При жизни писателя его творчество не привлекало к себе особого внимания, слава пришла к нему посмертно. В настоящее время чехословацкая критика единодушно причисляет Гавличка к крупнейшим мастерам чешского критического реализма межвоенного периода.
Первый роман Гавличка «Керосиновые лампы» (1935) был задуман как начало большого цикла, посвященного жизни провинциального мещанства. В первом издании этот роман назывался «Загубленные мечты». Тема неосуществленной мечты, затоптанной в ядовитой мещанской атмосфере, так или иначе варьируется во всех романах Гавличка. Героиня первого романа не решается преодолеть путы мещанских заповедей и терпит жизненное фиаско, увядает и засыхает душой — как и старшие дочери Ганзелина, не найдя в себе сил для решительной борьбы за счастье.
Злая издевка над мещанством, над его писаными и неписаными законами содержится в романе «Третья» (1939).
Самый большой успех у читателей имел роман Гавличка «Невидимый» (1936), в котором внимание автора привлекает психопатологический казус: тяжелый наследственный душевный недуг в семье богатого фабриканта, который губит одного за другим всех членов этой семьи. Однако автор не ограничивается только темой рокового влияния наследственности, которая сближает его с натурализмом; изображение жизни под его пером переходит в остро социальный план благодаря фигуре Швайцера, жестокого и безжалостного хищника, решившего подняться вверх по социальной лестнице, женившись на дочери фабриканта и забрав власть в деле ее отца. Но страшные результаты наследственного недуга кладут конец широким планам Швайцера. В этом романе проявилось свойственное писателю мастерство композиционного построения; благодаря напряженному сюжету, сочетающемуся с острым психологическим анализом, роман читается с захватывающим интересом. То же мастерство проявляется и в «Гелимадоэ», только тут в эпически добротную форму романа вплетается сильное лирическое начало, тут чувствуется дуновение «серебряного ветра», которое придает этому роману редкое очарование.

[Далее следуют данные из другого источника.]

//! Kendall's S at planned looks against counting all orders, and its boundaries against those of a normal process.

use risefall::method::planned_looks::Spending;
use risefall::method::{Datum, Evidence, Outcome, Refusal};
use risefall::null_distribution::score_path::{Boundary, Sides};
use serde_json::{Value, json};

use crate::reference::{ask, fact};

fn judge(body: Value) -> Result<Outcome, Refusal> {
    ask("planned-looks", body).1
}

fn rows(outcome: &Outcome) -> &[Vec<Datum>] {
    let Evidence::Table(table) = &outcome.evidence[0] else { panic!("no table") };
    &table.rows
}

/// The numbers of a column, with nothing where there is none.
fn column(outcome: &Outcome, key: &str) -> Vec<Option<f64>> {
    let Evidence::Table(table) = &outcome.evidence[0] else { panic!("no table") };
    let place = table.columns.iter().position(|column| column.key == key).unwrap();
    let number = |row: &Vec<Datum>| match row[place] {
        Datum::Integer(integer) => Some(integer as f64),
        Datum::Number(number) => Some(number),
        _ => None,
    };
    table.rows.iter().map(number).collect()
}

fn text(outcome: &Outcome, key: &str) -> Option<Datum> {
    outcome.facts.iter().find(|fact| fact.key == key).map(|fact| fact.value.clone())
}

/// Visits all orders of 1 to `n`.
fn orders(n: u32, visit: &mut dyn FnMut(&[u32])) {
    fn go(list: &mut Vec<u32>, done: usize, visit: &mut dyn FnMut(&[u32])) {
        if done == list.len() {
            return visit(list);
        }
        for index in done..list.len() {
            list.swap(done, index);
            go(list, done + 1, visit);
            list.swap(done, index);
        }
    }
    go(&mut (1..=n).collect(), 0, visit);
}

/// Over all orders: a claim is made exactly where S, counted pair by pair, crossed the boundary that the reply shows; the share
/// of claims is the risk that the reply says is spent; and p is at most any value in at most that share of all orders.
#[test]
fn claims_are_counted_over_all_orders() {
    for (n, first, every, seek, spending) in [
        (5, 2, 1, "rising", "pocock"),
        (6, 3, 2, "either", "pocock"),
        (6, 2, 1, "falling", "o-brien-fleming"),
        (7, 3, 1, "either", "o-brien-fleming"),
        (8, 4, 1, "rising", "pocock"),
    ] {
        let risk = 0.15;
        let (mut all, mut claims, mut spent, mut p_values) = (0.0, 0.0, 0.0, Vec::new());
        orders(n, &mut |order| {
            let outcome = judge(json!({
                "readings": order, "horizon": n, "first_look": first, "every": every, "seek": seek, "risk": risk,
                "spending": spending
            }))
            .unwrap();
            let s = |readings: usize| -> f64 {
                let pairs = (0..readings).flat_map(|later| (0..later).map(move |earlier| (earlier, later)));
                pairs.map(|(earlier, later)| f64::from(order[later]) - f64::from(order[earlier])).map(f64::signum).sum()
            };
            let looks = column(&outcome, "readings");
            let (lower, upper) = (column(&outcome, "lower"), column(&outcome, "upper"));
            let crossed = (0..looks.len()).any(|look| {
                let s = s(looks[look].unwrap() as usize);
                assert_eq!(column(&outcome, "s")[look], Some(s));
                upper[look].is_some_and(|upper| s >= upper) || lower[look].is_some_and(|lower| s <= lower)
            });
            assert_eq!(crossed, outcome.p.value <= risk, "{order:?}: {}", outcome.p.value);
            assert_eq!(crossed, text(&outcome, "first_claim") != Some(Datum::Nothing), "{order:?}");
            all += 1.0;
            claims += f64::from(u8::from(crossed));
            spent = fact(&outcome, "spent");
            p_values.push(outcome.p.value);
        });
        let what = format!("{n} {first} {every} {seek} {spending}");
        assert!((claims / all - spent).abs() < 1e-12 && spent <= risk && claims > 0.0, "{what}: {claims} of {all}, {spent}");
        p_values.sort_by(f64::total_cmp);
        for (number, p) in p_values.iter().enumerate() {
            assert!((number as f64 + 1.0) / all <= p * (1.0 + 1e-9), "{what}: {} of {all} have p up to {p}", number + 1);
            let last = p_values.get(number + 1).is_none_or(|next| next > &(p * (1.0 + 1e-9)));
            if last && *p <= risk {
                assert!(((number as f64 + 1.0) / all - p).abs() < 1e-12, "{what}: p = {p} is attained exactly");
            }
        }
    }
}

/// Boundaries of a process of independent normal steps at five looks with equal information between them, one-sided 2.5 %,
/// by the recursion of P. Armitage, C. K. McPherson and B. C. Rowe (1969), *Journal of the Royal Statistical Society A* 132,
/// 235-244, integrated with NumPy. S of some hundred readings is such a process, nearly.
#[test]
fn boundaries_are_near_those_of_a_normal_process() {
    let looks = [234, 295, 337, 371, 400];
    for (spending, normal) in
        [(Spending::OBrienFleming, [4.877, 3.357, 2.680, 2.290, 2.031]), (Spending::Pocock, [2.438, 2.427, 2.410, 2.397, 2.386])]
    {
        let boundary = Boundary::spending(&looks, Sides::One, |information| spending.allowance(0.025, information, Sides::One));
        for (look, expected) in boundary.looks().iter().zip(normal) {
            let n = look.readings as f64;
            let deviation = (n * (n - 1.0) * (2.0 * n + 5.0) / 18.0).sqrt();
            let z = (look.least.unwrap() as f64 - 1.0) / deviation;
            assert!((z - expected).abs() < 0.01 * expected, "{spending:?} {look:?}: {z} and {expected}");
        }
    }
}

/// What may be spent, by the formulas of Lan and DeMets, at the shares of information that the looks have.
#[test]
fn the_risk_is_spent_as_stated() {
    for (spending, seek, sides) in [
        ("o-brien-fleming", "rising", 1.0),
        ("pocock", "falling", 1.0),
        ("o-brien-fleming", "either", 2.0),
        ("pocock", "either", 2.0),
    ] {
        let readings: Vec<usize> = (0..104).map(|week| week * 37 % 101).collect();
        let outcome = judge(json!({ "readings": readings, "spending": spending, "seek": seek })).unwrap();
        let variance = |n: f64| n * (n - 1.0) * (2.0 * n + 5.0) / 18.0;
        let spent = column(&outcome, "spent");
        for (look, spent) in column(&outcome, "readings").iter().zip(&spent) {
            let information = variance(look.unwrap()) / variance(104.0);
            let allowed = match spending {
                "pocock" => 0.05 * (1.0 + (std::f64::consts::E - 1.0) * information).ln(),
                // The chance that a normal number lies further out than z / sqrt(t), z being 1.959964 or 2.241403.
                _ => {
                    let z: f64 = if sides == 1.0 { 1.959963984540054 } else { 2.241402727604947 };
                    sides * 2.0 * risefall::null_distribution::normal::upper_tail(z / information.sqrt())
                }
            };
            assert!(spent.unwrap() <= allowed * (1.0 + 1e-9), "{spending} {seek} {look:?}: {spent:?} {allowed}");
        }
        let last = spent.last().unwrap().unwrap();
        assert!(last <= 0.05 && last > 0.049, "{spending} {seek}: {last}");
        assert!((fact(&outcome, "left") - (0.05 - last)).abs() < 1e-15);
    }
}

/// With one look only, the test is Kendall's.
#[test]
fn one_look_is_a_single_test() {
    let readings = [12, 15, 11, 14, 18, 16, 13, 19, 17, 21, 20, 22];
    for seek in ["rising", "falling"] {
        let single = ask("mann-kendall", json!({ "readings": readings, "seek": seek })).1.unwrap().p.value;
        let body = json!({ "readings": readings, "seek": seek, "horizon": 12, "first_look": 12 });
        let planned = judge(body).unwrap();
        assert_eq!(rows(&planned).len(), 1);
        assert!((planned.p.value - single).abs() < 1e-12 * single || seek == "falling" && planned.p.value > 0.05);
    }
}

/// Equal readings drawn apart: over all orders of six readings with ties and 500 seeds, claims are made as often as the
/// reply says that risk is spent, within four standard errors, and S after each reading has Kendall's variance.
#[test]
fn drawing_apart_spends_the_same_risk() {
    let mut arrangements = std::collections::BTreeSet::new();
    orders(6, &mut |order| {
        arrangements.insert(order.iter().map(|&place| [1, 1, 1, 2, 2, 3][place as usize - 1]).collect::<Vec<u32>>());
    });
    assert_eq!(arrangements.len(), 60);
    let (mut all, mut claims, mut spent, mut squares) = (0.0, 0.0, 0.0, [0.0; 5]);
    for order in &arrangements {
        for seed in 0..500 {
            let body = json!({
                "readings": order, "horizon": 6, "first_look": 2, "seek": "rising", "risk": 0.2, "spending": "pocock", "seed": seed
            });
            let outcome = judge(body).unwrap();
            all += 1.0;
            claims += f64::from(u8::from(outcome.p.value <= 0.2));
            spent = fact(&outcome, "spent");
            squares.iter_mut().zip(column(&outcome, "s")).for_each(|(sum, s)| *sum += s.unwrap().powi(2));
        }
    }
    let error = (spent * (1.0 - spent) / all).sqrt();
    assert!((claims / all - spent).abs() < 4.0 * error, "{} {spent} {error}", claims / all);
    for (n, sum) in (2..).zip(squares) {
        let variance = f64::from(n * (n - 1) * (2 * n + 5)) / 18.0;
        assert!((sum / all / variance - 1.0).abs() < 4.0 * (2.0_f64 / all).sqrt(), "{n}: {} {variance}", sum / all);
    }
}

fn grades(weeks: u64) -> Vec<u64> {
    (0..weeks).map(|week| (week * week * 7 % 11 + week / 9) % 5 + week / 12).collect()
}

/// What was seen and claimed at an earlier look stays as it was, ties among the readings included, and p never rises.
#[test]
fn earlier_looks_stay_as_they_were() {
    for ties in ["seeded", "against"] {
        let readings = grades(60);
        let judge = |weeks: usize| judge(json!({ "readings": readings[..weeks], "horizon": 60, "ties": ties })).unwrap();
        let whole = judge(60);
        let mut p = 1.0;
        for weeks in 10..60 {
            let early = judge(weeks);
            let looks = weeks - 9;
            assert_eq!(column(&early, "s")[..looks], column(&whole, "s")[..looks], "{ties} {weeks}");
            assert!(column(&early, "s")[looks..].iter().all(Option::is_none));
            assert_eq!(column(&early, "upper"), column(&whole, "upper"));
            assert!(early.p.value <= p, "{ties} {weeks}: {} after {p}", early.p.value);
            p = early.p.value;
        }
        assert!(p < 0.05 && whole.p.value <= p, "{ties} {p}");
    }
}

/// Ties that count against the direction claim nothing that a draw would not claim, whatever it draws.
#[test]
fn against_is_on_the_safe_side() {
    let readings = grades(40);
    for seek in ["rising", "falling", "either"] {
        let ask = |ties: &str, seed: u32| {
            judge(json!({ "readings": readings, "horizon": 40, "ties": ties, "seed": seed, "seek": seek })).unwrap()
        };
        let against = ask("against", 1);
        assert_ne!(against.p.by.to_string(), "exact");
        let mut different = false;
        for seed in 0..20 {
            let seeded = ask("seeded", seed);
            assert!(seeded.p.value <= against.p.value, "{seek} {seed}: {} {}", seeded.p.value, against.p.value);
            different |= seeded.statistic.value != ask("seeded", seed + 1).statistic.value;
        }
        assert!(different, "the seed decides");
    }
}

/// Turning all readings upside down turns a rise into a fall.
#[test]
fn upside_down() {
    let readings: Vec<i32> = (0..50).map(|week| week * 31 % 53 + week).collect();
    let turned: Vec<i32> = readings.iter().map(|reading| -reading).collect();
    let p = |readings: &[i32], seek: &str| judge(json!({ "readings": readings, "horizon": 60, "seek": seek })).unwrap().p.value;
    assert_eq!(p(&readings, "rising"), p(&turned, "falling"));
    assert_eq!(p(&readings, "either"), p(&turned, "either"));
    assert!(p(&readings, "rising") < 0.05);
}

#[test]
fn before_between_and_beyond_the_looks() {
    let readings: Vec<u32> = (0..30).map(|week| week * 7 % 31).collect();
    let few = judge(json!({ "readings": readings[..9] })).unwrap_err();
    assert_eq!(few, Refusal::TooFewReadings { have: 9, need: 10 });
    let wrong = judge(json!({ "readings": readings, "horizon": 20, "first_look": 21 })).unwrap_err();
    assert!(wrong.to_string().contains("the horizon is 20"), "{wrong}");
    let between = judge(json!({ "readings": readings[..17], "horizon": 30, "every": 5 })).unwrap();
    assert_eq!((between.readings_used, column(&between, "readings").len()), (15, 5));
    assert!(between.cautions.iter().any(|caution| caution.contains("as of reading 15")), "{:?}", between.cautions);
    let beyond = judge(json!({ "readings": readings, "horizon": 24 })).unwrap();
    let within = judge(json!({ "readings": readings[..24], "horizon": 24 })).unwrap();
    assert_eq!((beyond.readings_used, beyond.p.value), (24, within.p.value));
    assert!(beyond.cautions.iter().any(|caution| caution.contains("6 later readings are not judged")), "{:?}", beyond.cautions);
}

#[test]
fn limits_at_several_levels_count_against() {
    let readings = json!(["<2", 1, 3, "<0.5", 4, 0.7, 5, 6, ">4", 7, 8, 9]);
    let refused = judge(json!({ "readings": readings, "horizon": 12 })).unwrap_err();
    assert!(refused.to_string().contains("ties=against"), "{refused}");
    assert!(judge(json!({ "readings": readings, "horizon": 12, "ties": "against" })).is_ok());
}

В своих заметках по поводу «Невидимого» Гавличек пишет, что он не хотел бы изображать «одноцветно» мрачные персонажи, так как это не человечно. В «Гелимадоэ» этот принцип проведен в жизнь в полной мере. Тут нет ни одного образа (рассказчик также не составляет исключения), который не совершал бы ошибок или не был порою смешон, но в каждом есть нечто по-человечески светлее, что вносит в грустное повествование тона неувядаемой надежды. Именно благодаря этому качеству многие исследователи считают «Гелимадоэ» лучшим достижением Гавличка-романиста. В конце романа стоят знаменательные слова: «Эту историю я написал на стыке двух эпох — эпохи великого горя и великой надежды». Ярослав Гавличек глубоко переживал несчастья, постигшие людей, он писал «Гелимадоэ» в горький для его родины момент. Но книга освещена теплыми лучами надежды, и эта надежда и вера в то доброе и светлое, что живет в человеческих душах, делает ее близкой и сегодняшнему читателю.
И. Бернштейн
ГЕЛИМАДОЭ
Мы еще раз возвратимся туда, где цветок незабвенный
благоухал так, что сбил нас с пути в час, когда над ручьями тек вечер
сумеречным серебром; и еще раз туда мы вернемся, где часто
слышали в окнах мы песенку, что обращалась к садам засыпавшим.
ГЛАЗА, ПОЛНЫЕ СОЛНЦА
Вот уже больше недели небо оставалось неизменно голубым, с востока плыли все такие же редкие облачка, столь же ласково веял теплый ветерок и все ту же монотонную песню пела река. Долина ее походила на гигантское ущелье, а берег зарос настолько высокой травой, что в ней мог спрятаться человек. Я люблю пустынные уголки. Люблю крутые лесистые склоны. Каждый день я приходил на одно и то же местечко, где примял себе в траве лежбище, ровно такой ширины, чтобы вытянуться, раскинув руки. Чуть ниже по реке, в тумане пенных брызг, шумела плотина. За плотиной стоял привязанный к месту паром, на котором, несмотря на удушливый июньский зной, трудились рабочие, добывая со дна песок.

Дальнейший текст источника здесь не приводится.